続き。
ヒートショック・低体温の危険性と予防対策
大寒波の時期は、ヒートショックによる事故が急増します。
特に高齢の方は、寒さを感じにくくなっているため、知らず知らずのうちに体が冷えてしまい、
入浴時の温度変化がより大きくなってしまいます。
浴室暖房や脱衣所の暖房器具の使用は、命を守る重要な対策ですので、節約を考えずにしっかりと活用していただきたいと思います。
【ヒートショック予防法】
1. 入浴前に脱衣所や浴室を暖房機器で暖めておく
暖房器具を置く、蓋を外して湯を張ると浴室全体を温めることができます。
2. 湯温は41℃以下にし、湯につかる時間は10分程度
熱いお湯に長時間入浴すると、高体温による意識障害が起こる恐れがあります。
ゆっくり、じっくり温まるのが良いようです。
3. 浴槽から急に立ち上がらない
お風呂から出た直後は血圧が急に下がることがあり、立ちくらみや転倒の原因になります。
【低体温症の危険性と対策】
低体温症とは、身体深部の体温(深部体温)が35℃以下に低下した状態を指します。
体温が下がると体内の細胞が不活発になり、消化吸収から思考力に至るまで多くの臓器・身体機能が低下します。
重症化すると意識障害を起こし、最悪の場合は死に至ることもある危険な状態です。
低体温症は雪山や極寒の屋外でのみ起こると思われがちですが、実は室内でも発生します。
日本救急医学会の報告によると、
低体温症で救急を受診した患者の平均年齢は70.4歳で、
屋内発症と屋外発症の比率は約3:1と、屋内での発症が多数を占めています。
低体温症を予防するためには、室温を適切に保つこと(WHO推奨の18℃以上)、
温度計で客観的に確認すること、適度な運動により熱を生み出す力を維持すること、
温かい食事を積極的に摂ることなどが重要です。
【感染症予防と免疫力向上対策】
冬は風邪やインフルエンザ、ノロウイルスなどの感染症が流行しやすい季節です。
気温の低下と湿度の低下により、ウイルスが空気中で長時間生存しやすくなること、
屋内で過ごす時間が長く人同士の接触機会が増加することが、感染症が広がりやすい原因として挙げられます。

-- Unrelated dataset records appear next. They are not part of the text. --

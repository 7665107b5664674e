/**
 * The trade-unit table: every unit symbol the parser knows, with its factor to SI.
 *
 * Why a small table of our own rather than a general units library:
 * - datasheets write deg/√h, °/√hr, ug/rtHz, ppm, and 'g' meaning standard
 *   gravity (never gram, which this trade does not use);
 * - noise terms need half powers of time (√Hz, √h), which general libraries
 *   handle poorly or reject;
 * - angle has to stay a dimension of its own, so that deg/h (an angular rate)
 *   is never taken for 1/h (a frequency) as it is when the radian counts as 1;
 * - the report shows each conversion step for provenance ("1 h = 3600 s"),
 *   which general libraries do not expose.
 *
 * Spellings are case-sensitive ('mg' is milli-g; 'MG' and 'Mg' are unknown),
 * with listed aliases for common datasheet habits: 'hr' and 'sec' for h and s,
 * 'hz' and 'khz' for Hz and kHz, and three spellings of micro: 'u', 'µ'
 * (U+00B5 micro sign) and 'μ' (U+03BC Greek mu).
 */
import { dimension, DIMENSIONLESS, type Dimension } from './dimension';

/** One unit symbol of the table. */
export interface UnitAtom {
  /** The canonical symbol, used in provenance text. */
  readonly symbol: string;
  /** Every accepted spelling, the canonical symbol first. */
  readonly spellings: readonly string[];
  /** Multiply a value in this unit by this to get SI (m, rad, s). */
  readonly factorToSI: number;
  /** Exponents of m, rad and s, doubled. */
  readonly dimension: Dimension;
  /** What one of this unit is, for reports ("π/180 rad"); absent for m, rad and s. */
  readonly definition?: string;
}

const ANGLE = dimension(0, 1, 0);
const LENGTH = dimension(1, 0, 0);
const TIME = dimension(0, 0, 1);
const FREQUENCY = dimension(0, 0, -1);
const ANGULAR_RATE = dimension(0, 1, -1);
const SPEED = dimension(1, 0, -1);
const ACCELERATION = dimension(1, 0, -2);

/** Standard gravity in m/s², exact by definition (3rd CGPM, 1901: 980.665 cm/s²). */
const STANDARD_GRAVITY_M_PER_S2 = 9.80665;
/** The international nautical mile in m, exact by definition. */
const NAUTICAL_MILE_M = 1852;
const DEGREE_RAD = Math.PI / 180;
const HOUR_S = 3600;

function atom(spellings: string[], factorToSI: number, dim: Dimension, definition?: string): UnitAtom {
  return { symbol: spellings[0], spellings, factorToSI, dimension: dim, definition };
}

/** The table, grouped by dimension. Literal factors are exact decimal definitions. */
export const UNIT_ATOMS: readonly UnitAtom[] = [
  atom(['rad'], 1, ANGLE),
  atom(['mrad'], 1e-3, ANGLE, '1e-3 rad'),
  atom(['µrad', 'μrad', 'urad'], 1e-6, ANGLE, '1e-6 rad'),
  atom(['deg', '°'], DEGREE_RAD, ANGLE, 'π/180 rad'),
  atom(['mdeg', 'm°'], DEGREE_RAD / 1000, ANGLE, '1e-3 deg'),
  atom(['arcmin', '′'], Math.PI / 10800, ANGLE, '1/60 deg'),
  atom(['arcsec', '″'], Math.PI / 648000, ANGLE, '1/3600 deg'),
  atom(['rev'], 2 * Math.PI, ANGLE, '2π rad'),
  atom(['m'], 1, LENGTH),
  atom(['km'], 1e3, LENGTH, '1000 m'),
  atom(['cm'], 1e-2, LENGTH, '0.01 m'),
  atom(['mm'], 1e-3, LENGTH, '0.001 m'),
  atom(['µm', 'μm', 'um'], 1e-6, LENGTH, '1e-6 m'),
  atom(['nmi'], NAUTICAL_MILE_M, LENGTH, '1852 m (international nautical mile)'),
  atom(['s', 'sec'], 1, TIME),
  atom(['ms'], 1e-3, TIME, '0.001 s'),
  atom(['µs', 'μs', 'us'], 1e-6, TIME, '1e-6 s'),
  atom(['min'], 60, TIME, '60 s'),
  atom(['h', 'hr'], HOUR_S, TIME, '3600 s'),
  atom(['Hz', 'hz'], 1, FREQUENCY, '1/s'),
  atom(['kHz', 'khz'], 1e3, FREQUENCY, '1000/s'),
  atom(['dps'], DEGREE_RAD, ANGULAR_RATE, '1 deg/s'),
  atom(['mdps'], DEGREE_RAD / 1000, ANGULAR_RATE, '1e-3 deg/s (MEMS datasheets)'),
  atom(['dph'], DEGREE_RAD / HOUR_S, ANGULAR_RATE, '1 deg/h'),
  atom(['kn', 'kt'], NAUTICAL_MILE_M / HOUR_S, SPEED, '1852/3600 m/s (knot, nmi/h)'),
  atom(['g'], STANDARD_GRAVITY_M_PER_S2, ACCELERATION, '9.80665 m/s² (standard gravity)'),
  atom(['mg'], 9.80665e-3, ACCELERATION, '9.80665e-3 m/s²'),
  atom(['µg', 'μg', 'ug'], 9.80665e-6, ACCELERATION, '9.80665e-6 m/s²'),
  atom(['%'], 1e-2, DIMENSIONLESS, '0.01'),
  atom(['ppm'], 1e-6, DIMENSIONLESS, '1e-6'),
  atom(['ppb'], 1e-9, DIMENSIONLESS, '1e-9'),
];

const BY_SPELLING: ReadonlyMap<string, UnitAtom> = new Map(
  UNIT_ATOMS.flatMap((a) => a.spellings.map((s): [string, UnitAtom] => [s, a])),
);

/** The atom spelled exactly `spelling` (case-sensitive), or undefined. Throws nothing. */
export function findAtom(spelling: string): UnitAtom | undefined {
  return BY_SPELLING.get(spelling);
}

/**
 * A known spelling that differs from `spelling` only in letter case ('HZ' ->
 * 'Hz'), to suggest in an error message; undefined when there is none.
 * Throws nothing.
 */
export function spellingInOtherCase(spelling: string): string | undefined {
  const lower = spelling.toLowerCase();
  for (const known of BY_SPELLING.keys()) {
    if (known.toLowerCase() === lower) return known;
  }
  return undefined;
}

ちなみに5類へ移行したとはいえ、コロナ感染症もはびこっています。
こまめな手洗い、アルコール消毒液による手指消毒、マスク着用、咳エチケットの実践が重要です。
【免疫力向上のための生活習慣】
十分な休養
バランスのとれた栄養
質の良い睡眠
適度な運動
適切な湿度管理(50%〜60%)
空気が乾燥すると、のどの粘膜の防御機能が低下します。
乾燥しやすい室内では加湿器などを使って、適切な湿度を保つことも効果的です。